## Task item
How many lines in the entries below contain the word "info"? Answer with the number and nothing else.

■ ■ ■ ■ ■ ■ ■

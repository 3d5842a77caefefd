// A minimal external simulator for tessera in Java (no libraries).
//
// The same toy birth-death colony as ../python/colony.py. It follows the
// tessera contract (docs/simulators.md) through the environment instead of
// stdin, which avoids parsing JSON in Java:
//   * inputs:  TESSERA_PARAM_DIVISION_RATE, TESSERA_PARAM_DEATH_RATE,
//              TESSERA_PARAM_DURATION_H, TESSERA_PARAM_START_CELLS, TESSERA_SEED
//   * metrics: one JSON object written to the file named by TESSERA_METRICS.
//
// Run with Java 11 or later straight from the source file:
//   tessera simulate colony division_rate=0.05 \
//       --command colony='java /path/to/examples/simulators/java/Colony.java'
// (or compile once with `javac Colony.java` and use `java -cp /path/to/dir Colony`).

import java.io.IOException;
import java.nio.charset.StandardCharsets;
import java.nio.file.Files;
import java.nio.file.Path;
import java.util.Random;

public class Colony {
    static double input(String name, double fallback) {
        String v = System.getenv("TESSERA_PARAM_" + name);
        return v == null ? fallback : Double.parseDouble(v);
    }

    public static void main(String[] args) throws IOException {
        double division = input("DIVISION_RATE", 0.04);
        double death = input("DEATH_RATE", 0.01);
        double duration = input("DURATION_H", 48.0);
        int start = (int) input("START_CELLS", 10);
        String seedText = System.getenv("TESSERA_SEED");
        // Seeds are unsigned 64-bit numbers; parseUnsignedLong keeps all of them.
        long seed = seedText == null ? 0L : Long.parseUnsignedLong(seedText);
        if (division < 0 || death < 0 || duration < 0) {
            System.err.println("rates and duration must not be negative");
            System.exit(2);
        }

        Random rng = new Random(seed);
        int cells = start;
        double t = 0.0;
        while (cells > 0 && cells < 1_000_000) {
            double total = cells * (division + death);
            if (total == 0) break;
            t += -Math.log(1.0 - rng.nextDouble()) / total;
            if (t > duration) break;
            if (rng.nextDouble() * (division + death) < division) cells++; else cells--;
        }
        System.err.println("finished at " + cells + " cells");

        double growth = (cells > 0 && duration > 0) ? Math.log((double) cells / start) / duration : -1.0;
        String json = "{\"final_cells\": " + cells + ", \"net_growth_per_h\": " + growth + "}";
        String metricsFile = System.getenv("TESSERA_METRICS");
        if (metricsFile != null) {
            Files.write(Path.of(metricsFile), json.getBytes(StandardCharsets.UTF_8));
        } else {
            System.out.println(json);
        }
    }
}
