impl Tail {
    fn new(cap: usize) -> Self {
        Tail {
            cap,
            buf: std::sync::Arc::new(std::sync::Mutex::new(Vec::new())),
        }
    }

    fn push(&self, chunk: &[u8]) {
        let mut b = self.buf.lock().unwrap_or_else(|p| p.into_inner());
        b.extend_from_slice(chunk);
        if b.len() > 2 * self.cap {
            let cut = b.len() - self.cap;
            b.drain(..cut);
        }
    }

    fn take(&self) -> Vec<u8> {
        let mut b = std::mem::take(&mut *self.buf.lock().unwrap_or_else(|p| p.into_inner()));
        if b.len() > self.cap {
            let cut = b.len() - self.cap;
            b.drain(..cut);
        }
        b
    }
}

/// Reads `r` to its end into `tail`.
async fn read_tail<R: AsyncRead + Unpin>(mut r: R, tail: Tail) {
    let mut chunk = vec![0u8; 8192];
    loop {
        match r.read(&mut chunk).await {
            Ok(0) | Err(_) => break,
            Ok(n) => tail.push(&chunk[..n]),
        }
    }
}

/// What a reader collected: after end of output, or after [`PIPE_GRACE`].
async fn collect(task: Option<JoinHandle<()>>, tail: &Tail) -> Vec<u8> {
    if let Some(mut task) = task {
        if tokio::time::timeout(PIPE_GRACE, &mut task).await.is_err() {
            task.abort();
        }
    }
    tail.take()
}

/// The last `cap` bytes as text, cut at a character boundary.
fn tail_text(bytes: &[u8], cap: usize) -> String {
    let start = bytes.len().saturating_sub(cap);
    let text = String::from_utf8_lossy(&bytes[start..]);
    // A cut through a multi-byte character shows as U+FFFD at the start.
    text.trim_start_matches('\u{FFFD}').to_string()
}

/// A JSON object's entries in order, duplicates kept (serde_json's own map
/// would keep only the last of two equal keys).
struct Entries(Vec<(String, Value)>);

impl<'de> serde::Deserialize<'de> for Entries {
    fn deserialize<D: serde::Deserializer<'de>>(d: D) -> Result<Self, D::Error> {
        struct Visit;
        impl<'de> serde::de::Visitor<'de> for Visit {
            type Value = Entries;
            fn expecting(&self, f: &mut std::fmt::Formatter<'_>) -> std::fmt::Result {
                f.write_str("a JSON object of metrics")
            }
            fn visit_map<A: serde::de::MapAccess<'de>>(
                self,
                mut m: A,
            ) -> Result<Entries, A::Error> {
                let mut out = Vec::new();
                while let Some((k, v)) = m.next_entry::<String, Value>()? {
                    out.push((k, v));
                }
                Ok(Entries(out))
            }
        }
        d.deserialize_map(Visit)
    }
}
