import type { QuoteStatus } from '@hodboard/shared';

type TagSeverity = 'secondary' | 'info' | 'success' | 'warn' | 'danger';

const severities: Record<QuoteStatus, TagSeverity> = {
  draft: 'secondary',
  sent: 'info',
  accepted: 'success',
  declined: 'danger',
  expired: 'warn',
};

export function quoteStatusSeverity(status: QuoteStatus): TagSeverity {
  return severities[status];
}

■ ■ ■ ■ ■ ■ ■

## Expected answer
2